Task statement:
Return the entries below exactly as written.

____ Data provided

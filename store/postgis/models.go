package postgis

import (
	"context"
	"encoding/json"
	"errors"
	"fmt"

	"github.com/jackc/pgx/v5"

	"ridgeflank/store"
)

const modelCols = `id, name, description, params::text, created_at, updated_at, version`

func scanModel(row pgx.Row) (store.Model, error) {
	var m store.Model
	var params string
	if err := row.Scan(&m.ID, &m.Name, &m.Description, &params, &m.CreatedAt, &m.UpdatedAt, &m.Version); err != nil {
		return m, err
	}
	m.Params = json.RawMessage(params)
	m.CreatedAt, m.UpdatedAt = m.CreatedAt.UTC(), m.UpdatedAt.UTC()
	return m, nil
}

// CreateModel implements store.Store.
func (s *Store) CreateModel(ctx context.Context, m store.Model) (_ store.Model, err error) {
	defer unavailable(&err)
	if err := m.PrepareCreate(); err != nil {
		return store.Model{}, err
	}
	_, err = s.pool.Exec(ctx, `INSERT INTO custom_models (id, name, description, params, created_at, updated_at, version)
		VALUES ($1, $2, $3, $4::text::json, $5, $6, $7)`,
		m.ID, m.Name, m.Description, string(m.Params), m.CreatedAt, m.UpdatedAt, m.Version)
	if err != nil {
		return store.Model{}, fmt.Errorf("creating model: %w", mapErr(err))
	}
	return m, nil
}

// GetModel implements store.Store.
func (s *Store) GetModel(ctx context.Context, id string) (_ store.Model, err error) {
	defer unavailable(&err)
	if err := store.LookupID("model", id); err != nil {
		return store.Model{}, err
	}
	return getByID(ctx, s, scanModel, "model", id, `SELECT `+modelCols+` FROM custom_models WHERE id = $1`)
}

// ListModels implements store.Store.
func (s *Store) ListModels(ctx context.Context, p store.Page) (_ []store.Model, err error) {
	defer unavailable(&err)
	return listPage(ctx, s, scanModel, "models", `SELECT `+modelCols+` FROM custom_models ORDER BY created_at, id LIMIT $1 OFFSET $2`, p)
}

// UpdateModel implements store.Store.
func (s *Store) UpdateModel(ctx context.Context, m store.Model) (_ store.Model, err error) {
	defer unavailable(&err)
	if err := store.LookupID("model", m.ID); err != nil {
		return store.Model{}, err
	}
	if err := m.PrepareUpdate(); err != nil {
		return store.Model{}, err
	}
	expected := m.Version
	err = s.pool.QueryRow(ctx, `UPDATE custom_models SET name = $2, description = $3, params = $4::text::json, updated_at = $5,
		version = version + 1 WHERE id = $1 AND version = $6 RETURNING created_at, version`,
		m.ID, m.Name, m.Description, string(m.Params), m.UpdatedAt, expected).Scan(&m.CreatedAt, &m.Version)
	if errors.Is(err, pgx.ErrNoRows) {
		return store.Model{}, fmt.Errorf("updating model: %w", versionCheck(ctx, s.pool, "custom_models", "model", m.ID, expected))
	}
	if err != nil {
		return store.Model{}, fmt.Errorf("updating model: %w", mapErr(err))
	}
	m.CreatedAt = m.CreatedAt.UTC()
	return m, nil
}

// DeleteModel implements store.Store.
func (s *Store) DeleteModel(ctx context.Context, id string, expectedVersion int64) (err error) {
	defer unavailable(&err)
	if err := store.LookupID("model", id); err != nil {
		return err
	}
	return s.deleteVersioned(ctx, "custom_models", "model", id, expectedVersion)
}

________

Answer to the problem:
filename store/postgis/models.go
package postgis

import (
	"context"
	"encoding/json"
	"errors"
	"fmt"

	"github.com/jackc/pgx/v5"

	"ridgeflank/store"
)

const modelCols = `id, name, description, params::text, created_at, updated_at, version`

func scanModel(row pgx.Row) (store.Model, error) {
	var m store.Model
	var params string
	if err := row.Scan(&m.ID, &m.Name, &m.Description, &params, &m.CreatedAt, &m.UpdatedAt, &m.Version); err != nil {
		return m, err
	}
	m.Params = json.RawMessage(params)
	m.CreatedAt, m.UpdatedAt = m.CreatedAt.UTC(), m.UpdatedAt.UTC()
	return m, nil
}

// CreateModel implements store.Store.
func (s *Store) CreateModel(ctx context.Context, m store.Model) (_ store.Model, err error) {
	defer unavailable(&err)
	if err := m.PrepareCreate(); err != nil {
		return store.Model{}, err
	}
	_, err = s.pool.Exec(ctx, `INSERT INTO custom_models (id, name, description, params, created_at, updated_at, version)
		VALUES ($1, $2, $3, $4::text::json, $5, $6, $7)`,
		m.ID, m.Name, m.Description, string(m.Params), m.CreatedAt, m.UpdatedAt, m.Version)
	if err != nil {
		return store.Model{}, fmt.Errorf("creating model: %w", mapErr(err))
	}
	return m, nil
}

// GetModel implements store.Store.
func (s *Store) GetModel(ctx context.Context, id string) (_ store.Model, err error) {
	defer unavailable(&err)
	if err := store.LookupID("model", id); err != nil {
		return store.Model{}, err
	}
	return getByID(ctx, s, scanModel, "model", id, `SELECT `+modelCols+` FROM custom_models WHERE id = $1`)
}

// ListModels implements store.Store.
func (s *Store) ListModels(ctx context.Context, p store.Page) (_ []store.Model, err error) {
	defer unavailable(&err)
	return listPage(ctx, s, scanModel, "models", `SELECT `+modelCols+` FROM custom_models ORDER BY created_at, id LIMIT $1 OFFSET $2`, p)
}

// UpdateModel implements store.Store.
func (s *Store) UpdateModel(ctx context.Context, m store.Model) (_ store.Model, err error) {
	defer unavailable(&err)
	if err := store.LookupID("model", m.ID); err != nil {
		return store.Model{}, err
	}
	if err := m.PrepareUpdate(); err != nil {
		return store.Model{}, err
	}
	expected := m.Version
	err = s.pool.QueryRow(ctx, `UPDATE custom_models SET name = $2, description = $3, params = $4::text::json, updated_at = $5,
		version = version + 1 WHERE id = $1 AND version = $6 RETURNING created_at, version`,
		m.ID, m.Name, m.Description, string(m.Params), m.UpdatedAt, expected).Scan(&m.CreatedAt, &m.Version)
	if errors.Is(err, pgx.ErrNoRows) {
		return store.Model{}, fmt.Errorf("updating model: %w", versionCheck(ctx, s.pool, "custom_models", "model", m.ID, expected))
	}
	if err != nil {
		return store.Model{}, fmt.Errorf("updating model: %w", mapErr(err))
	}
	m.CreatedAt = m.CreatedAt.UTC()
	return m, nil
}

// DeleteModel implements store.Store.
func (s *Store) DeleteModel(ctx context.Context, id string, expectedVersion int64) (err error) {
	defer unavailable(&err)
	if err := store.LookupID("model", id); err != nil {
		return err
	}
	return s.deleteVersioned(ctx, "custom_models", "model", id, expectedVersion)
}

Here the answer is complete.